A hypothetical force is described by the equation F(x) = -a/x^3 + bx^2, where a and b are positive constants. Find an expression for the amount of work that is done by this force over the range x = 1 to x = 3.

I am thinking to calculate the change in force and multiply it by change in distance...but what is change in distance?

work= INTEGRAL F(x)*dx from x=1 to 3

= INT (-a/x^3 + bx^2)dx over limits
= (a/2x^2 + bx^3/3) over limits
= a(1/18-1/2)+b(9-1/3) check that, I did it in my head.

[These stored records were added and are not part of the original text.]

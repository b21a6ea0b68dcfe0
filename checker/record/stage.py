"""One stage (a device) and one group (several devices that act as one), as reported."""

from __future__ import annotations

from collections.abc import Mapping
from dataclasses import field
from typing import Literal

from checker.record.base import Record
from checker.record.figures import Span, Specs, TerminalFigures, Thumb
from checker.shape import frozen
from checker.words import Configuration, GroupLabel, Role

Side = Literal["input", "output"]
LinkKind = Literal["capacitor", "winding", "direct", "port"]


@frozen
class Location(Record):
    """Where a part stands in the source."""

    file: str
    """Path relative to where the check ran, forward slashes."""
    line: int = 0
    """1-based; 0 where unknown."""
    sheet: str = ""
    """Sheet path in a hierarchical schematic."""


@frozen
class Connection(Record):
    """A device terminal and the net it is on."""

    terminal: str
    """base, emitter or collector."""
    net: str
    """Key in `nets`."""
    device: str | None = None
    """Of a group: the member whose terminal it is."""


@frozen
class StageLink(Record):
    """What carries the signal across the stage's boundary."""

    side: Side
    """Whether the signal comes in or goes out through it."""
    kind: LinkKind
    """A coupling capacitor, a winding, a direct connection, or the port itself."""
    part: str | None = None
    """Reference of the capacitor or winding."""
    net: str | None = None
    """The net on the stage's side: the input or output reference."""
    far_net: str | None = None
    """The net on the other side; the same for a direct link."""
    other: str | None = None
    """Id of the stage, or name of the port, at the far end."""


@frozen
class CardUsed(Record):
    """The data that stood for the device."""

    name: str
    """Name of the card or model."""
    source: str
    """Where its figures come from, in words."""
    assumed: bool
    """True where a generic card stood in for an unknown part."""


@frozen
class Bias(Record):
    """Operating point of a bipolar transistor at nominal temperature. P devices are multiplied by -1."""

    region: str | None
    """active, saturated, cut-off or reverse-active."""
    ic_a: float | None
    """Collector current."""
    ib_a: float | None
    """Base current."""
    vce_v: float | None
    """Collector-emitter voltage."""
    vbe_v: float | None
    """Base-emitter voltage."""
    headroom_v: float | None
    """How far the device is from leaving the active region."""
    power_w: float | None
    """Dissipation."""
    tj_c: float | None
    """Junction temperature with self-heating, degrees Celsius."""


@frozen
class FetBias(Record):
    """Operating point of a field-effect transistor at nominal temperature. P devices are multiplied by -1."""

    region: str | None
    """active, ohmic, cut-off, body-conducting or gate-conducting."""
    id_a: float | None
    """Drain current."""
    ig_a: float | None
    """Gate current."""
    vds_v: float | None
    """Drain-source voltage."""
    vgs_v: float | None
    """Gate-source voltage."""
    headroom_v: float | None
    """How far the device is from leaving the active region."""
    power_w: float | None
    """Dissipation."""
    tj_c: float | None
    """Junction temperature with self-heating, degrees Celsius."""
    reversed: bool = False
    """Drain and source are swapped at rest."""


@frozen
class SmallSignal(Record):
    """Intrinsic small-signal parameters at the operating point."""

    gm_s: float | None
    """dIC/dVBE at constant VCE."""
    re_ohm: float | None
    """VT/IE, a hand figure."""
    rpi_ohm: float | None
    """1 / (dIB/dVBE)."""
    ro_ohm: float | None
    """1 / (dIC/dVCE)."""
    ft_hz: float | None
    """gm / 2 pi (Cpi + Cmu), junction charge included."""


@frozen
class Stage(Record):
    """One device and what surrounds it. `id` is its reference ("Q1", a dual's unit "Q1.A", "X1.Q3")."""

    id: str
    """Unique in the report."""
    device: str
    """Reference of the device."""
    configuration: Configuration
    """How the device is used."""
    role: Role
    """Whether it carries signal, sets a bias, or switches."""
    confidence: float
    """Of the recognition, 0 to 1."""
    reason: str = ""
    """Why it is unclassified or uncertain."""
    groups: tuple[str, ...] = ()
    """Ids of the groups it belongs to."""
    entry: Connection | None = None
    """The terminal that brings the drive."""
    exit: Connection | None = None
    """The terminal that takes the signal on."""
    input_ref: str | None = None
    """The net where the input figures are taken."""
    output_ref: str | None = None
    """The net where the output figures are taken."""
    links: tuple[StageLink, ...] = ()
    """What joins it to other stages and to ports."""
    location: Location | None = None
    """Where the device stands in the netlist."""
    card: CardUsed | None = None
    """The device data used."""
    bias: Bias | FetBias | None = None
    """The operating point."""
    small_signal: SmallSignal | None = None
    """Small-signal parameters."""
    specs: Specs = field(default_factory=Specs)
    """What it does, between the references."""
    terminal: TerminalFigures = field(default_factory=TerminalFigures)
    """What it does, at the device terminals."""
    rule_of_thumb: Mapping[str, Thumb] = field(default_factory=dict)
    """Hand figures by quantity, beside the exact ones."""
    spread: Mapping[str, Span] = field(default_factory=dict)
    """Ranges by quantity over part spread and temperature."""
    evidence: tuple[str, ...] = ()
    """Why it was recognised as it was, in words and numbers."""


@frozen
class Group(Record):
    """Several devices that act as one. `id`: device ids joined by "+", sorted."""

    id: str
    """Unique in the report."""
    configuration: GroupLabel
    """What they form together."""
    devices: tuple[str, ...]
    """Ids of the member stages, sorted."""
    entry: Connection | None = None
    """The terminal that brings the drive."""
    exit: Connection | None = None
    """The terminal that takes the signal on."""
    specs: Specs = field(default_factory=Specs)
    """What it does, between the references."""
    terminal: TerminalFigures = field(default_factory=TerminalFigures)
    """What it does, at the device terminals."""
    evidence: tuple[str, ...] = ()
    """Why it was recognised as it was."""
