"""What the rules found: findings, what would mend them, what was accepted, and what could not be judged."""

from __future__ import annotations

from typing import Literal

from checker.record.base import Record
from checker.record.stage import Location
from checker.shape import frozen
from checker.words import Outcome, Severity


@frozen
class Measured(Record):
    """The figure that the rule judged."""

    quantity: str
    """Name of the quantity."""
    value: float | None
    """In `unit`; the worst of the scenarios that the outcome rests on."""
    unit: str
    """V, A, W, ohm, F, H, Hz, s, S, dB, degC and the like, % for percent, "" for a plain number."""


@frozen
class Bound(Record):
    """A limit with one end."""

    relation: Literal["at most", "at least", "equals"]
    """How the measured value must stand to `value`."""
    value: float
    """In `unit`."""
    unit: str
    """Unit of the limit."""
    source: str
    """Where the limit comes from."""


@frozen
class Window(Record):
    """A limit with two ends."""

    relation: Literal["within"]
    """The measured value must lie between `low` and `high`."""
    low: float
    """In `unit`."""
    high: float
    """In `unit`."""
    unit: str
    """Unit of the limit."""
    source: str
    """Where the limit comes from."""


@frozen
class Change(Record):
    """One altered part value."""

    part: str
    """Reference of the part."""
    property: str
    """What is altered, e.g. r_ohm, c_f."""
    from_: float | str | None
    """As drawn, in `unit`."""
    to: float | str
    """As proposed, in `unit`."""
    unit: str
    """SI unit, or "" where the values are names."""


@frozen
class Effect(Record):
    """What a remedy does to one quantity."""

    quantity: str
    """Name of the quantity."""
    before: float | None
    """As drawn, in `unit`."""
    after: float | None
    """With the changes, in `unit`."""
    unit: str = ""
    """Unit of both."""
    subject: str = ""
    """The stage, port or part it belongs to."""


@frozen
class Remedy(Record):
    """A change that was tried and clears the finding without raising a new one of its weight."""

    changes: tuple[Change, ...]
    """All of them together."""
    effects: tuple[Effect, ...]
    """Measured before and after."""
    verified_over: tuple[str, ...]
    """Names of the scenarios that it was tried over."""


@frozen
class Finding(Record):
    """One thing that a rule found."""

    rule: str
    """Id of the rule."""
    outcome: Outcome
    """violates: nominally; may-violate: only in some corner."""
    severity: Severity
    """must-fix, review or note."""
    subject: tuple[str, ...]
    """At most three parts (or ports, groups), the faulty one first."""
    message: str
    """What is wrong, in one sentence."""
    fingerprint: str
    """Identifies the finding across runs."""
    effect: str = ""
    """What one would see on the bench."""
    why: str = ""
    """Why the rule asks for it."""
    state: str | None = None
    """The board state in which it shows; null in the normal one."""
    scenario: str | None = None
    """The corner in which it is worst; null at nominal."""
    frequency_hz: float | None = None
    """Where it was measured; null where no frequency applies."""
    measured: Measured | None = None
    """The figure judged; null for a finding about structure."""
    limit: Bound | Window | None = None
    """What it was judged by; null for a finding about structure."""
    caused_by: str | None = None
    """Fingerprint of the finding that this one follows from."""
    location: Location | None = None
    """Where the first subject stands in the netlist."""
    remedy: Remedy | None = None
    """A verified change; null where none is proposed."""


@frozen
class Accepted(Record):
    """A finding that the team lives with, as the intent file says."""

    finding: Finding
    """The finding itself; it does not count towards the exit status."""
    reason: str
    """Why it is accepted."""
    by: str
    """Who accepted it."""
    until: str | None = None
    """Last day of the acceptance, YYYY-MM-DD; null without end."""


@frozen
class Unchecked(Record):
    """A rule that could not be judged, or a stage that could not be solved. Never counts as clean."""

    subject: str
    """The stage, port or part."""
    rule: str
    """Id of the rule; "" where nothing of the subject could be checked."""
    datum: str
    """What is missing."""
    supply: str
    """What to supply so that it can be checked."""
    location: Location | None = None
    """Where in the netlist that stands which is not understood; null where no line is to blame."""
    touches: tuple[str, ...] = ()
    """Stages that what is not understood may bear on."""
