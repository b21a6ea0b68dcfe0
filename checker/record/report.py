"""The report as a whole, and what it says of the board beyond its stages."""

from __future__ import annotations

from collections.abc import Mapping
from dataclasses import field
from typing import Literal

from checker.record.base import Record
from checker.record.figures import Complex
from checker.record.finding import Accepted, Finding, Unchecked
from checker.record.stage import Group, Stage
from checker.shape import frozen
from checker.words import Format, PortRole, Search

SCHEMA: Literal["stageproof-report/1"] = "stageproof-report/1"


@frozen
class Tool(Record):
    """The program that wrote the report."""

    version: str
    """Version of Stageproof."""


@frozen
class SourceFile(Record):
    """The netlist that was read."""

    path: str
    """Relative, forward slashes."""
    format: Format
    """Dialect."""
    sha256: str
    """Of the bytes read."""


@frozen
class Conditions(Record):
    """Under what the figures hold."""

    temperature_c: float
    """Nominal temperature, degrees Celsius."""
    band_hz: tuple[float, float] | None
    """Lowest and highest frequency of the band; null where none was declared or found."""
    f0_hz: float | None
    """The frequency at which single figures are given."""
    limits: Mapping[str, Mapping[str, float]] = field(default_factory=dict)
    """Rule id to limit name to the value used."""
    intent: str | None = None
    """Path of the intent file; null without one."""


@frozen
class Checked(Record):
    """How much of the board could be judged."""

    stages: int
    """Stages checked."""
    of: int
    """Stages there are."""


@frozen
class Rail(Record):
    """A net of known voltage."""

    net: str
    """Key in `nets`."""
    volts: float
    """Nominal voltage."""
    source: Literal["intent", "element", "net name"]
    """How it is known."""


@frozen
class NetFigures(Record):
    """What is known of a net."""

    dc_v: float | None
    """Voltage at rest."""


@frozen
class Certificate(Record):
    """The proof that goes with an operating point."""

    kcl: float | None
    """Worst sum of currents over the largest current, of all nodes."""
    step_v: float | None
    """Last full Newton correction."""
    condition: float | None
    """Condition estimate of the matrix."""
    sign: int | None
    """Sign of its determinant."""
    stable: bool | None
    """No pole with a positive real part."""
    states: int
    """How many operating points were found."""
    search: Search
    """Whether every on/off seed was tried."""


@frozen
class Island(Record):
    """Nets joined by parts that carry direct current."""

    nets: tuple[str, ...]
    """Keys in `nets`."""
    certificate: Certificate | None
    """Null where there is no operating point."""


@frozen
class Port(Record):
    """Where signal enters or leaves the board."""

    name: str
    """Unique in the report."""
    net: str
    """Key in `nets`."""
    role: PortRole | None
    """Null where the direction is unknown."""
    reference_ohm: float | None
    """The impedance it should be matched to; null without one."""
    impedance_ohm: Complex | None = None
    """At the port's plane, at f0, the outside left out."""
    return_loss_db: float | None = None
    """At f0 against the reference."""
    return_loss_worst_db: float | None = None
    """Smallest in the band."""
    return_loss_worst_hz: float | None = None
    """Where it is smallest."""
    mismatch_loss_db: float | None = None
    """At f0 against the reference."""


@frozen
class Gain(Record):
    """From an input port to an output port."""

    from_: str
    """Name of the input port."""
    to: str
    """Name of the output port."""
    voltage_gain: Complex | None = None
    """v(to) / v(from), in place, at f0."""
    voltage_gain_db: float | None = None
    """20 log10 of its magnitude."""
    emf_gain_db: float | None = None
    """v(to) over the source's e.m.f."""
    transducer_gain_db: float | None = None
    """Power into the load over power available from the source."""
    low_corner_hz: float | None = None
    """Of the e.m.f. gain."""
    high_corner_hz: float | None = None
    """Of the e.m.f. gain."""


@frozen
class Part(Record):
    """A part of the board, as far as it was understood."""

    kind: str
    """resistor, capacitor, bipolar and so on."""
    value: float | None = None
    """In `unit`; null where it has none."""
    unit: str = ""
    """Unit of the value."""
    model: str = ""
    """Name of its card or model; "" where it has none."""
    pins: Mapping[str, str] = field(default_factory=dict)
    """Pin or terminal to net."""
    data: str = ""
    """Hash of every number that the solution takes from the part."""


@frozen
class Since(Record):
    """How the findings stand against an earlier report."""

    path: str
    """The netlist of that report."""
    new: tuple[str, ...] = ()
    """Fingerprints of findings that it did not have, or had as less severe."""
    unchanged: tuple[str, ...] = ()
    """Fingerprints of findings that it had too."""
    cured: tuple[Finding, ...] = ()
    """Its findings that are no longer there."""
    unjudged: tuple[Finding, ...] = ()
    """Its findings that are gone only because this report could not judge them."""


@frozen
class Report(Record):
    """Everything that one check of one netlist has to say."""

    schema: Literal["stageproof-report/1"] = SCHEMA
    """Names this contract; a new number is a new contract."""
    tool: Tool
    """The program."""
    netlist: SourceFile
    """The netlist."""
    conditions: Conditions
    """Under what the figures hold."""
    checked: Checked
    """How much could be judged."""
    incomplete: bool = False
    """Something internal failed: see `faults`; the rest of the report stands."""
    faults: tuple[str, ...] = ()
    """Failures of the program itself."""
    assumptions: tuple[str, ...] = ()
    """What was taken for granted because nothing said it."""
    cautions: tuple[str, ...] = ()
    """What the reader should know before trusting a figure."""
    rails: tuple[Rail, ...] = ()
    """Sorted by net."""
    nets: Mapping[str, NetFigures] = field(default_factory=dict)
    """By net key."""
    ground: str = ""
    """The net from which voltages are counted."""
    parts: Mapping[str, Part] = field(default_factory=dict)
    """By reference."""
    islands: tuple[Island, ...] = ()
    """Sorted by their first net."""
    stages: tuple[Stage, ...] = ()
    """Sorted by id, numbers in an id counted as numbers (Q2 before Q10)."""
    groups: tuple[Group, ...] = ()
    """Sorted by id."""
    ports: tuple[Port, ...] = ()
    """Sorted by name."""
    gains: tuple[Gain, ...] = ()
    """Sorted by from, to."""
    findings: tuple[Finding, ...] = ()
    """Worst first, then by rule and subject."""
    accepted: tuple[Accepted, ...] = ()
    """In the order of findings."""
    unchecked: tuple[Unchecked, ...] = ()
    """Sorted by subject, rule."""
    judged: Mapping[str, tuple[str, ...]] = field(default_factory=dict)
    """Rule id to the stages, ports or parts that it could be judged on, whatever came of it."""
    since: Since | None = None
    """Against an earlier report; null where none was given."""
    unavailable: Mapping[str, str] = field(default_factory=dict)
    """Why a value is null: path, e.g. "stages/Q1/specs/low_corner_hz", to the reason. A path stands for all
    below it. In a name "/" is written "~1" and "~" "~0"; an island goes by its first net, a gain by its from
    and to as two segments."""


@frozen
class WorkingLine(Record):
    """How one figure was got; not part of the report, shown by `stageproof why`."""

    subject: str
    """Id of the stage, group, port or part."""
    quantity: str
    """Name of the quantity."""
    formula: str
    """In textbook symbols."""
    numbers: tuple[tuple[str, float, str], ...] = ()
    """Symbol, value, unit."""
    result: str = ""
    """The figure with its unit, as text."""
    source: str = ""
    """Reference or method."""
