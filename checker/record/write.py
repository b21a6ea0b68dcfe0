"""A report as JSON text: the same bytes for the same report, on every platform."""

from __future__ import annotations

import json
import math
from collections.abc import Mapping
from dataclasses import fields
from typing import Any

from checker.record.base import Record, key_of
from checker.record.order import in_order
from checker.record.report import Report
from checker.trouble import Internal

DIGITS = 12
"""Significant digits written: beyond them two platforms' arithmetic may differ."""


def to_json(report: Report) -> str:
    """The report as indented JSON: keys in field order, collections in the contract's, no final newline.

    Raises Internal for a number that is not finite or a value that JSON has no form for.
    """
    return dump(plain(in_order(report)))


def dump(value: Any) -> str:
    """Plain values as JSON text. Control, invisible and bidirectional characters, which would mislead whoever
    reads the file, stand as escapes and read back as what they are."""
    text = json.dumps(value, ensure_ascii=False, indent=2, allow_nan=False)
    return "\n".join(line if line.isprintable() else _escaped(line) for line in text.split("\n"))


def _escaped(line: str) -> str:
    return "".join(char if char.isprintable() else json.dumps(char)[1:-1] for char in line)


def plain(value: Any, where: str = "report") -> Any:
    """Dicts, lists, text, Python numbers and None for a record. `where` names the place in a complaint."""
    if value is None or isinstance(value, (str, bool)) or type(value) is int:
        return value
    if isinstance(value, float):
        return _rounded(value, where)
    if isinstance(value, Record):
        return {key_of(f.name): plain(getattr(value, f.name), f"{where}.{f.name}") for f in fields(value)}
    if isinstance(value, Mapping):
        return {key: plain(item, f"{where}[{key!r}]") for key, item in value.items()}
    if isinstance(value, (tuple, list)):
        return [plain(item, f"{where}[{index}]") for index, item in enumerate(value)]
    raise Internal(f"{where}: a {type(value).__name__}; a report holds only text and Python numbers")


def _rounded(value: float, where: str) -> float:
    if not math.isfinite(value):
        raise Internal(f"{where}: {value}; a number that does not exist must be null, with a reason")
    return float(f"{value:.{DIGITS}g}") + 0.0  # + 0.0 turns -0.0 into 0.0
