"""The JSON Schema of the report, made from the record's classes and the texts below their fields."""

from __future__ import annotations

import ast
import inspect
import types
from collections.abc import Mapping
from dataclasses import fields
from pathlib import Path
from typing import Any, Literal, Union, get_args, get_origin, get_type_hints

from checker.record.base import Record, has_default, key_of
from checker.record.report import Report

SHIPPED = Path(__file__).with_name("schema.json")
"""The schema as shipped; a test holds it equal to `schema()`."""


def schema() -> dict[str, Any]:
    """JSON Schema (draft 2020-12) of `stageproof-report/1`. Needs the package's source files."""
    definitions: dict[str, Any] = {}
    root = _class(Report, definitions)
    return {
        "$schema": "https://json-schema.org/draft/2020-12/schema",
        "title": "Stageproof report",
        **root,
        "$defs": dict(sorted(definitions.items())),
    }


def _class(kind: type[Record], definitions: dict[str, Any]) -> dict[str, Any]:
    hints, meanings = get_type_hints(kind), _meanings(kind)
    each = fields(kind)
    types_of = {f.name: _type(hints[f.name], definitions) for f in each}
    return {
        "type": "object",
        "description": inspect.cleandoc(kind.__doc__ or ""),
        "properties": {key_of(name): {**of, "description": meanings[name]} for name, of in types_of.items()},
        "required": [key_of(f.name) for f in each if not has_default(f)],
    }


def _meanings(kind: type[Record]) -> dict[str, str]:
    """The text that stands below each field."""
    body = ast.parse(inspect.getsource(kind)).body[0]
    assert isinstance(body, ast.ClassDef)  # noqa: S101 - the source of a class is a class
    meanings: dict[str, str] = {}
    for field, text in zip(body.body, body.body[1:], strict=False):
        if isinstance(field, ast.AnnAssign) and isinstance(text, ast.Expr):
            meanings[ast.unparse(field.target)] = " ".join(str(ast.literal_eval(text.value)).split())
    return meanings


_SCALARS = {str: "string", bool: "boolean", int: "integer", float: "number", type(None): "null"}


def _type(hint: Any, definitions: dict[str, Any]) -> dict[str, Any]:
    origin, args = get_origin(hint), get_args(hint)
    if hint in _SCALARS:
        return {"type": _SCALARS[hint]}
    if origin in (Union, types.UnionType):
        return {"anyOf": [_type(each, definitions) for each in args]}
    if origin is Literal:
        return {"enum": list(args)}
    if origin is Mapping:
        return {"type": "object", "additionalProperties": _type(args[1], definitions)}
    if origin is tuple:
        return _array(args, definitions)
    if hint.__name__ not in definitions:
        definitions[hint.__name__] = {}  # holds the place while the class is described
        definitions[hint.__name__] = _class(hint, definitions)
    return {"$ref": f"#/$defs/{hint.__name__}"}


def _array(args: tuple[Any, ...], definitions: dict[str, Any]) -> dict[str, Any]:
    if args[-1] is Ellipsis:
        return {"type": "array", "items": _type(args[0], definitions)}
    items = [_type(each, definitions) for each in args]
    size = {"minItems": len(items), "maxItems": len(items)}
    return {"type": "array", "prefixItems": items, "items": False, **size}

To find the amount of work done by a force over a specific range, you need to calculate the integral of the force with respect to distance. In this case, the force is described by the equation F(x) = -a/x^3 + bx^2.

To calculate the change in distance, you need to subtract the initial position from the final position. In this case, the initial position is x = 1 and the final position is x = 3. Therefore, the change in distance is Δx = 3 - 1 = 2.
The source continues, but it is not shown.